Bills targeting toxic chemicals deserve bipartisan support


South Bend Tribune

At least 29 states have passed or are proposing regulations monitoring a family of toxic chemicals that are ubiquitous and have been linked to severe health issues.

Indiana could join that list, if the efforts of two South Bend legislators are successful.

The bills, authored by Reps. Ryan Dvorak and Maureen Bauer, address “forever chemicals,” a family of toxic chemicals found in everything from fabrics to food service containers. They don’t break down naturally and they’ve been found in drinking water in Indiana.

Dvorak’s bill would establish a maximum contaminant level for PFAS in state drinking water, a measure already adopted by at least six other states. Bauer’s bill would test PFAS levels in current and former military members. Use of the chemicals in the military’s firefighting foam has allowed the toxins to flow through the water and into the ground.

Experts say national regulation is needed to address the contamination. Some believe that change could come from President Joe Biden, who has promised to tackle PFAS pollution and became the first major presidential candidate to acknowledge the toxins during a campaign.

Linda Lee, an agronomy professor at Purdue University, said that action from the states could “trickle down” to the rest of the country — and the more that states take the lead on the issue, the more likely that widespread nationwide change will occur.

Dvorak said his bill takes the critical step of saying there should be a maximum contaminant level for PFAS, while leaving what the maximum level is to scientists.

Five military sites in Indiana have been confirmed to discharge the toxins through its firefighting foam, and Bauer said it’s important for the state to understand the impact such discharge could have had on Indiana service members.

Last year, a bill that would require reducing the use of the firefighting foam in training exercises passed with strong support from Democrats and Republicans.

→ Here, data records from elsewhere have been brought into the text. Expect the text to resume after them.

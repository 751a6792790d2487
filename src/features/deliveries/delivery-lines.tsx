import { useTranslation } from 'react-i18next';
import type { Delivery } from '../../../server/contract/deliveries';
import { useFormat } from '../../lib/format';
import { useStoreWords } from '../stores/use-store-words';

interface Props {
  delivery: Delivery;
  zone: string;
}

/** One delivery in three short lines: when and how many bags, of which size, and what was taken back from which lot. */
export function DeliveryLines({ delivery, zone }: Props) {
  const { t } = useTranslation('deliveries');
  const { number, pounds } = useFormat();
  const say = useStoreWords(zone, delivery.at);
  const bags = sum(delivery.lines.map((line) => line.bags));
  const back = sum(delivery.lines.map((line) => line.takenBack));
  const lots = [...new Set(delivery.lines.map(({ lot }) => lot).filter(Boolean))];
  return (
    <>
      <p>
        <b className="font-bold">{say.when(delivery.at)}</b> · {t('bags', { count: bags, bags: number(bags) })}
      </p>
      <p className="text-small text-ink-2">
        {bySize(delivery).map(([size, count]) => t('line', { bags: number(count), size: pounds(size) })).join(', ')}
        {back > 0 && ` · ${t('taken-back', { count: back, bags: number(back) })}`}
      </p>
      {lots.length > 0 && <p className="text-small text-ink-3">{t('lots', { count: lots.length, lots: lots.join(', ') })}</p>}
    </>
  );
}

const sum = (counts: number[]): number => counts.reduce((total, count) => total + count, 0);

/** Lines into several freezers of one bag size, added up. */
function bySize({ lines }: Delivery): [number, number][] {
  const totals = new Map<number, number>();
  for (const { bagPounds, bags } of lines) if (bags > 0) totals.set(bagPounds, (totals.get(bagPounds) ?? 0) + bags);
  return [...totals];
}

That seems a sign that the issue can garner bipartisan support — and can be applied to the military. The American Chemistry Council, which represents manufacturing companies and has helped enact similar legislation to reduce PFAS chemicals in firefighting foams, has advocated for letting the EPA lead the regulation effort.

The current bills are positive steps for a state whose pollution ranks among the worst in the country. The issue is a matter of public health and deserves bipartisan support.